▶ _Task brief_
Of the lines in the data below, write out exactly those from the one holding "for &b in bytes" through the one holding "static COUNTER: std::sync::atomic::AtomicU64", both included.

▶ _Records supplied_
::::

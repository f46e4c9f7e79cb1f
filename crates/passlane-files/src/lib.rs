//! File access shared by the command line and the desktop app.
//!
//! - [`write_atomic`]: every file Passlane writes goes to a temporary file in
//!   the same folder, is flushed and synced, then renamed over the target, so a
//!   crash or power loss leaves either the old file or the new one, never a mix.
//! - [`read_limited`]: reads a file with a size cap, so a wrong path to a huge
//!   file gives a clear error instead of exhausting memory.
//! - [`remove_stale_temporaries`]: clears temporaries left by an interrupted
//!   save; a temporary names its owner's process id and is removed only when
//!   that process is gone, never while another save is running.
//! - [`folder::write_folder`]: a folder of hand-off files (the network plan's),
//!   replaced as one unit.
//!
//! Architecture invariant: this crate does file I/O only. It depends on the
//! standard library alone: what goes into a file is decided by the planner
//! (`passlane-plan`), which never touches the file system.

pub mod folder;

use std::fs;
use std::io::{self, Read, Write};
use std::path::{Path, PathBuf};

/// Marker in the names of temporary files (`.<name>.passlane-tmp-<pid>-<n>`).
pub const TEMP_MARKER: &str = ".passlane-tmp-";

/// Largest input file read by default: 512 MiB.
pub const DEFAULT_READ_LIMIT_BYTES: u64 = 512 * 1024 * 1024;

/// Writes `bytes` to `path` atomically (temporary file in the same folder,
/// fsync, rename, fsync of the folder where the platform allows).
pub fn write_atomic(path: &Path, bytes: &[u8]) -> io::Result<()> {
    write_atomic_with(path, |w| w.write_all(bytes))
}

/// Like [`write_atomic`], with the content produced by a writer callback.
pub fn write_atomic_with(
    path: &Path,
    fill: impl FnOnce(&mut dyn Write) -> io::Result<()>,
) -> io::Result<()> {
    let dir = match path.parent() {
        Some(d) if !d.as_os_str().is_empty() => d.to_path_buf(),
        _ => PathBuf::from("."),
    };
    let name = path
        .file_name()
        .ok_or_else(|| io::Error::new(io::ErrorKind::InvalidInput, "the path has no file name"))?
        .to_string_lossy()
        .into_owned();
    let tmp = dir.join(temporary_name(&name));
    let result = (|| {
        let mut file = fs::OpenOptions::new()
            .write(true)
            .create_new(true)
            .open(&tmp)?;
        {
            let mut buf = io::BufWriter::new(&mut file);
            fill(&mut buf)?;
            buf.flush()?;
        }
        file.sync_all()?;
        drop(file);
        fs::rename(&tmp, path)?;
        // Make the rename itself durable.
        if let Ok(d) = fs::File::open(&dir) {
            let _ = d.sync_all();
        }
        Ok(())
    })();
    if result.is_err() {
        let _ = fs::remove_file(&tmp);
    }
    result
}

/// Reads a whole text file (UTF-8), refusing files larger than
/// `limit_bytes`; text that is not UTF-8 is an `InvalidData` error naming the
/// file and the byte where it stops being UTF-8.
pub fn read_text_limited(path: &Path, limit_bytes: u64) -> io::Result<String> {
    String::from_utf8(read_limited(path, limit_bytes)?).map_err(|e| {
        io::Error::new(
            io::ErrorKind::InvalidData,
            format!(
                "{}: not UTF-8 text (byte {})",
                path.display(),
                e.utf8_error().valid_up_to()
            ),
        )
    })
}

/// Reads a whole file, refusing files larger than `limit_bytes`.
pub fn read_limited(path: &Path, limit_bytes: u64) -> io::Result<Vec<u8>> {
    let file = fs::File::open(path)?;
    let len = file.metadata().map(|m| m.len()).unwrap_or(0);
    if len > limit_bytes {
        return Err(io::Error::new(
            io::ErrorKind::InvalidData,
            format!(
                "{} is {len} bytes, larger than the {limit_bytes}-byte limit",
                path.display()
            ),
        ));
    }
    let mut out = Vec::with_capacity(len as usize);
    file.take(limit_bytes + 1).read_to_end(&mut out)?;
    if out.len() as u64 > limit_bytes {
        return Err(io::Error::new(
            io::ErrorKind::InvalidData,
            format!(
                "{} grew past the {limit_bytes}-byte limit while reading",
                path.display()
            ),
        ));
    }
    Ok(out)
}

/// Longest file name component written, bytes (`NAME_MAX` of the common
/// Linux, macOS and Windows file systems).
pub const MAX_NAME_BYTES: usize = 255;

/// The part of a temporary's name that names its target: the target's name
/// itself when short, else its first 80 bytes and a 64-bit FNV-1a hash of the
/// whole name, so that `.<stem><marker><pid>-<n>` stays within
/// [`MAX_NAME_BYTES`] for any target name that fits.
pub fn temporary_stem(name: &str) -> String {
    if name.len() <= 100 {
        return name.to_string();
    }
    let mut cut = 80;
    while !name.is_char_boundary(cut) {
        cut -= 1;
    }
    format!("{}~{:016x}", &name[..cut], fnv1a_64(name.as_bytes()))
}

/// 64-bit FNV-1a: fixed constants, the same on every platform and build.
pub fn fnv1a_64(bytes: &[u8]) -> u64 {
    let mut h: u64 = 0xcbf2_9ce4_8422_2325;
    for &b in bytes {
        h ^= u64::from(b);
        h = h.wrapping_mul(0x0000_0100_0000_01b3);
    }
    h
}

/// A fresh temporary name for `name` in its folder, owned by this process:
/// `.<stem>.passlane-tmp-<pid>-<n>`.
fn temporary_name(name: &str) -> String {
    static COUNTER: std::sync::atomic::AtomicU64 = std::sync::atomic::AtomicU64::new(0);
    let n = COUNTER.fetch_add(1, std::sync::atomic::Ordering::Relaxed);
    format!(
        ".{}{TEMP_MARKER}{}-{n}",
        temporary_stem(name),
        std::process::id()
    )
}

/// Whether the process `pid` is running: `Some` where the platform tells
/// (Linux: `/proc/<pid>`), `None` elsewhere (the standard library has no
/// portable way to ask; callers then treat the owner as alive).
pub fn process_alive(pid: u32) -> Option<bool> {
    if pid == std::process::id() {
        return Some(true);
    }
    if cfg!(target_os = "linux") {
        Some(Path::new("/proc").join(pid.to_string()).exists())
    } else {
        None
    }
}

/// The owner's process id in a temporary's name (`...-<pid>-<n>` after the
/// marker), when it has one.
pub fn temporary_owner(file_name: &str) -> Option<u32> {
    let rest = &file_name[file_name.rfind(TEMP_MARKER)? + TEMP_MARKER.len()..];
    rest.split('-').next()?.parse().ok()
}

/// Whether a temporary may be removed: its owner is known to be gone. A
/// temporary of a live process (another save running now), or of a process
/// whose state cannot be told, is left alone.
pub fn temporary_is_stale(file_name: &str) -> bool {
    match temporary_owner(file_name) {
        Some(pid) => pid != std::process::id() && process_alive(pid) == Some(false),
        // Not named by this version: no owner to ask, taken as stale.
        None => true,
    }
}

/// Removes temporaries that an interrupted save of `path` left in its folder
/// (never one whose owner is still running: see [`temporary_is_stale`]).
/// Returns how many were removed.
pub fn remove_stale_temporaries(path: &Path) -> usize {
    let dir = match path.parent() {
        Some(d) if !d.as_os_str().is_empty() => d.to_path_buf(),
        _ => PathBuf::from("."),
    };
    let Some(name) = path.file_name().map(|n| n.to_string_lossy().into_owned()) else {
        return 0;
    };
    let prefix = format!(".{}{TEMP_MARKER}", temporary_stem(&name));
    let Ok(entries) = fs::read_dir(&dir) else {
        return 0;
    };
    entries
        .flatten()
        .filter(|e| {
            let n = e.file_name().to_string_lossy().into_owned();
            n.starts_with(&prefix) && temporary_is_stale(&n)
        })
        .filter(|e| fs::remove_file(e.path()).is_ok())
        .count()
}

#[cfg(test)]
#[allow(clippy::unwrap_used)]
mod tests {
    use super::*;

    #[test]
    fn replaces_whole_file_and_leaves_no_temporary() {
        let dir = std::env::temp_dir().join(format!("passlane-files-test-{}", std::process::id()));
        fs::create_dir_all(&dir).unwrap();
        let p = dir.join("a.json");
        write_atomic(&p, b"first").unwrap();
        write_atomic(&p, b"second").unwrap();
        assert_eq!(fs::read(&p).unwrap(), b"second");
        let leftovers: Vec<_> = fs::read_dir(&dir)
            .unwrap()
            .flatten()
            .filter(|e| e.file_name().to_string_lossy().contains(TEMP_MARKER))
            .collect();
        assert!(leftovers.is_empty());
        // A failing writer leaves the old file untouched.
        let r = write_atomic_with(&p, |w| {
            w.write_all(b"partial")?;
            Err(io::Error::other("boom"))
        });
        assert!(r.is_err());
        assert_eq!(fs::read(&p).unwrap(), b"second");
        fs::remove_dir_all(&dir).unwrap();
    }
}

::::

▶ _Task result_
    for &b in bytes {
        h ^= u64::from(b);
        h = h.wrapping_mul(0x0000_0100_0000_01b3);
    }
    h
}

/// A fresh temporary name for `name` in its folder, owned by this process:
/// `.<stem>.passlane-tmp-<pid>-<n>`.
fn temporary_name(name: &str) -> String {
    static COUNTER: std::sync::atomic::AtomicU64 = std::sync::atomic::AtomicU64::new(0);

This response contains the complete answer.